Stored data:
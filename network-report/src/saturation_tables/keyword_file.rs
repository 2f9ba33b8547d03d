//! Tables as saturation-function keyword tables for black-oil reservoir
//! simulators: `--` comments, the keyword, rows, and `/`. Water–oil:
//! one table `Sw krw krow Pc` (keyword `SWOF`); gas–water: two tables,
//! `SWFN` (`Sw krw Pc`) and `SGFN` (`Sg krg Pc`, Pc 0), the layout of the
//! common open deck format. Pc in the unit of [`TableUnits`], named in a
//! `-- Pc unit: …` comment line that [`parse_keyword_table`] honours.

use std::fmt::Write as _;

use super::file_rows::{check_rows, parse_number, parse_plain};
use super::{Process, TableRows, TableUnits};
use crate::error::TableError;

/// Options of [`write_keyword_table`].
#[derive(Clone, Debug, PartialEq)]
pub struct KeywordTableOptions {
    /// Keyword opening the table: 1–8 upper-case ASCII letters or digits,
    /// starting with a letter. Default `SWOF`.
    pub keyword: String,
    /// Name of the run the table comes from, written in a comment.
    pub source_run: String,
    /// Process of the curve, written in a comment when given.
    pub process: Option<Process>,
    /// Further comment lines (newlines are replaced by spaces).
    pub comments: Vec<String>,
    /// Unit of Pc. Default bar.
    pub units: TableUnits,
}

impl Default for KeywordTableOptions {
    fn default() -> Self {
        KeywordTableOptions {
            keyword: "SWOF".to_string(),
            source_run: String::new(),
            process: None,
            comments: Vec::new(),
            units: TableUnits::Bar,
        }
    }
}

/// A keyword table read back by [`parse_keyword_table`].
#[derive(Clone, Debug, PartialEq)]
pub struct KeywordTable {
    /// The keyword.
    pub keyword: String,
    /// The rows (Pc converted back to Pa).
    pub rows: TableRows,
}

/// Writes rows as a water–oil saturation-function keyword table: comment
/// lines (`--`) naming the columns, units, row count and source run, the
/// keyword, one row per line `Sw krw krow Pc` (Pc in `opts.units`), and a
/// terminating `/`.
///
/// Sw is written with 6 decimals and must stay strictly increasing at that
/// precision; kr and Pc are written with 7 significant digits.
pub fn write_keyword_table(
    rows: &TableRows,
    opts: &KeywordTableOptions,
) -> Result<String, TableError> {
    check_rows(rows)?;
    let kw = &opts.keyword;
    let valid_kw = (1..=8).contains(&kw.len())
        && kw.starts_with(|c: char| c.is_ascii_uppercase())
        && kw
            .chars()
            .all(|c| c.is_ascii_uppercase() || c.is_ascii_digit());
    if !valid_kw {
        return Err(TableError::BadOption {
            name: "keyword",
            detail: format!("{kw:?} is not 1–8 upper-case letters or digits"),
        });
    }
    let sw_text: Vec<String> = rows.sw.iter().map(|v| format!("{v:.6}")).collect();
    for i in 1..sw_text.len() {
        let (a, b) = (parse_plain(&sw_text[i - 1]), parse_plain(&sw_text[i]));
        if b <= a {
            return Err(TableError::SwNotIncreasing {
                index: i,
                sw: rows.sw[i],
            });
        }
    }
    let mut out = header("Water-oil", rows.len(), opts);
    let u = opts.units;
    let _ = writeln!(
        out,
        "-- Columns: Sw (fraction of pore volume), krw (-), krow (-), Pc = Po - Pw ({})",
        u.as_str()
    );
    let _ = writeln!(out, "{kw}");
    let _ = writeln!(
        out,
        "-- {:>9} {:>15} {:>15} {:>15}",
        "Sw", "krw", "krow", "Pc"
    );
    for (i, sw) in sw_text.iter().enumerate() {
        let _ = writeln!(
            out,
            "   {:>9} {:>15.6e} {:>15.6e} {:>15.6e}",
            sw,
            rows.krw[i],
            rows.krn[i],
            rows.pc_pa[i] / u.pa_per_unit()
        );
    }
    let _ = writeln!(out, "/");
    Ok(out)
}

/// The comment lines opening a keyword file: what it is, source run,
/// process, further comments, the Pc unit (with the deck unit system that
/// uses it) and the row count for the table-dimension settings.
fn header(family: &str, n_rows: usize, opts: &KeywordTableOptions) -> String {
    let one_line = |s: &str| s.replace(['\n', '\r'], " ");
    let mut out = String::new();
    let _ = writeln!(out, "-- {family} saturation functions written by Ganglion");
    if !opts.source_run.is_empty() {
        let _ = writeln!(out, "-- Source run: {}", one_line(&opts.source_run));
    }
    if let Some(p) = opts.process {
        let _ = writeln!(out, "-- Process: {}", p.as_str());
    }
    for c in &opts.comments {
        let _ = writeln!(out, "-- {}", one_line(c));
    }
    let u = opts.units;
    let _ = writeln!(out, "-- Pc unit: {}", u.as_str());
    let _ = writeln!(
        out,
        "-- {}",
        match u.deck_unit_system() {
            Some(sys) => format!("Pc in {} matches the {sys} deck unit system", u.as_str()),
            None => format!(
                "Pc in {}: no common deck unit system uses it; convert before including \
                 (METRIC: bar, FIELD: psi)",
                u.as_str()
            ),
        }
    );
    let _ = writeln!(
        out,
        "-- {n_rows} rows per table: the table-dimension setting (maximum saturation \
         nodes per table) must be at least {n_rows}"
    );
    out
}

/// Writes rows as the gas–water pair of keyword tables: `SWFN` (`Sw krw
/// Pc`, Pc = Pg − Pw in `opts.units`) and `SGFN` (`Sg krg Pc`, Sg = 1 − Sw
/// increasing, krg the non-aqueous relative permeability, Pc 0 because
/// the whole gas–water capillary pressure is in `SWFN`). `opts.keyword`
/// is not used.
pub fn write_gas_water_tables(
    rows: &TableRows,
    opts: &KeywordTableOptions,
) -> Result<String, TableError> {
    check_rows(rows)?;
    let n = rows.len();
    let sw_text: Vec<String> = rows.sw.iter().map(|v| format!("{v:.6}")).collect();
    let sg_text: Vec<String> = rows.sw.iter().map(|v| format!("{:.6}", 1.0 - v)).collect();
    for i in 1..n {
        if parse_plain(&sw_text[i]) <= parse_plain(&sw_text[i - 1])
            || parse_plain(&sg_text[i]) >= parse_plain(&sg_text[i - 1])
        {
            return Err(TableError::SwNotIncreasing {
                index: i,
                sw: rows.sw[i],
            });
        }
    }
    let u = opts.units;
    let mut out = header("Gas-water", n, opts);
    let _ = writeln!(
        out,
        "-- SWFN columns: Sw (fraction of pore volume), krw (-), Pc = Pg - Pw ({})",
        u.as_str()
    );
    let _ = writeln!(out, "SWFN");
    let _ = writeln!(out, "-- {:>9} {:>15} {:>15}", "Sw", "krw", "Pc");
    for (i, sw) in sw_text.iter().enumerate() {
        let _ = writeln!(
            out,
            "   {:>9} {:>15.6e} {:>15.6e}",
            sw,
            rows.krw[i],
            rows.pc_pa[i] / u.pa_per_unit()
        );
    }
    let _ = writeln!(out, "/");
    let _ = writeln!(
        out,
        "-- SGFN columns: Sg = 1 - Sw (fraction of pore volume), krg (-), Pc ({}), 0: \
         the gas-water Pc is in SWFN",
        u.as_str()
    );
    let _ = writeln!(out, "SGFN");
    let _ = writeln!(out, "-- {:>9} {:>15} {:>15}", "Sg", "krg", "Pc");
    for i in (0..n).rev() {
        let _ = writeln!(
            out,
            "   {:>9} {:>15.6e} {:>15.6e}",
            sg_text[i], rows.krn[i], 0.0
        );
    }
    let _ = writeln!(out, "/");
    Ok(out)
}

/// A keyword table as raw numbers: the keyword and its rows.
pub type RawTable = (String, Vec<Vec<f64>>);

/// Reads every keyword table of a text as raw numbers: `(keyword, rows of
/// `ncols` numbers)` per table, in order (`--` comments skipped; each
/// table ended by `/`). Errors name the line.
pub fn parse_keyword_columns(text: &str, ncols: usize) -> Result<Vec<RawTable>, TableError> {
    let mut out: Vec<RawTable> = Vec::new();
    let mut open: Option<(String, Vec<f64>, usize)> = None;
    for (idx, raw) in text.lines().enumerate() {
        let line_no = idx + 1;
        let body = raw.split("--").next().unwrap_or("").trim();
        let mut rest = body;
        while !rest.is_empty() {
            let (data, slash) = match rest.find('/') {
                Some(p) => (&rest[..p], Some(p)),
                None => (rest, None),
            };
            let mut tokens = data.split_whitespace();
            if open.is_none() {
                match tokens.next() {
                    Some(t) if t.starts_with(|c: char| c.is_ascii_alphabetic()) => {
                        open = Some((t.to_string(), Vec::new(), line_no));
                    }
                    Some(t) => {
                        return Err(TableError::Parse {
                            line: line_no,
                            detail: format!("expected a keyword, found {t:?}"),
                        });
                    }
                    None => {
                        return Err(TableError::Parse {
                            line: line_no,
                            detail: "'/' before a keyword".into(),
                        });
                    }
                }
            }
            let table = open.as_mut().expect("opened above");
            for t in tokens {
                table.1.push(parse_number(t, line_no)?);
            }
            match slash {
                Some(p) => {
                    let (kw, values, _) = open.take().expect("opened above");
                    if !values.len().is_multiple_of(ncols) {
                        return Err(TableError::Parse {
                            line: line_no,
                            detail: format!(
                                "{kw}: {} numbers is not a whole number of {ncols}-column rows",
                                values.len()
                            ),
                        });
                    }
                    out.push((kw, values.chunks(ncols).map(<[f64]>::to_vec).collect()));
                    rest = rest[p + 1..].trim();
                }
                None => rest = "",
            }
        }
    }
    if let Some((kw, _, line)) = open {
        return Err(TableError::Parse {
            line,
            detail: format!("table {kw} not terminated by '/'"),
        });
    }
    Ok(out)
}

/// The Pc unit named by a `-- Pc unit: …` comment line, bar without one.
pub fn declared_units(text: &str) -> Result<TableUnits, TableError> {
    for (idx, raw) in text.lines().enumerate() {
        if let Some(u) = raw.trim().strip_prefix("-- Pc unit:") {
            return TableUnits::parse(u.trim()).ok_or_else(|| TableError::Parse {
                line: idx + 1,
                detail: format!("unknown Pc unit {:?} (bar, kPa or psi)", u.trim()),
            });
        }
    }
    Ok(TableUnits::Bar)
}

/// Reads one keyword table: `--` comments (whole lines or trailing) and
/// blank lines are skipped; the first word is the keyword; then numbers in
/// groups of four (`Sw krw krow Pc`, any line breaks) up to `/`.
/// Pc is converted to Pa from the unit of a `-- Pc unit: …` line (bar
/// without one).
pub fn parse_keyword_table(text: &str) -> Result<KeywordTable, TableError> {
    let mut keyword: Option<String> = None;
    let mut values: Vec<(f64, usize)> = Vec::new();
    let mut ended = false;
    for (idx, raw) in text.lines().enumerate() {
        let line_no = idx + 1;
        let body = raw.split("--").next().unwrap_or("").trim();
        if body.is_empty() {
            continue;
        }
        if ended {
            return Err(TableError::Parse {
                line: line_no,
                detail: format!("text after the terminating '/': {body:?}"),
            });
        }
        let (data, slash) = match body.find('/') {
            Some(p) => (&body[..p], true),
            None => (body, false),
        };
        let mut tokens = data.split_whitespace();
        if keyword.is_none() {
            let Some(first) = tokens.next() else {
                return Err(TableError::Parse {
                    line: line_no,
                    detail: "'/' before the keyword".into(),
                });
            };
            if !first.starts_with(|c: char| c.is_ascii_alphabetic()) {
                return Err(TableError::Parse {
                    line: line_no,
                    detail: format!("expected a keyword, found {first:?}"),
                });
            }
            keyword = Some(first.to_string());
        }
        for t in tokens {
            values.push((parse_number(t, line_no)?, line_no));
        }
        if slash {
            ended = true;
            let rest = body[body.find('/').map_or(body.len(), |p| p + 1)..].trim();
            if !rest.is_empty() {
                return Err(TableError::Parse {
                    line: line_no,
                    detail: format!("text after the terminating '/': {rest:?}"),
                });
            }
        }
    }
    let last_line = text.lines().count();
    let Some(keyword) = keyword else {
        return Err(TableError::Parse {
            line: last_line,
            detail: "no keyword found".into(),
        });
    };
    if !ended {
        return Err(TableError::Parse {
            line: last_line,
            detail: "table not terminated by '/'".into(),
        });
    }
    if !values.len().is_multiple_of(4) {
        return Err(TableError::Parse {
            line: values.last().map_or(last_line, |v| v.1),
            detail: format!(
                "{} numbers is not a whole number of 4-column rows",
                values.len()
            ),
        });
    }
    let pa = declared_units(text)?.pa_per_unit();
    let mut rows = TableRows::default();
    for chunk in values.chunks(4) {
        rows.sw.push(chunk[0].0);
        rows.krw.push(chunk[1].0);
        rows.krn.push(chunk[2].0);
        rows.pc_pa.push(chunk[3].0 * pa);
    }
    Ok(KeywordTable { keyword, rows })
}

Directions:
Which lines above contain the word "pore"? List them.

Completed task:
        "-- Columns: Sw (fraction of pore volume), krw (-), krow (-), Pc = Po - Pw ({})",
        "-- SWFN columns: Sw (fraction of pore volume), krw (-), Pc = Pg - Pw ({})",
        "-- SGFN columns: Sg = 1 - Sw (fraction of pore volume), krg (-), Pc ({}), 0: \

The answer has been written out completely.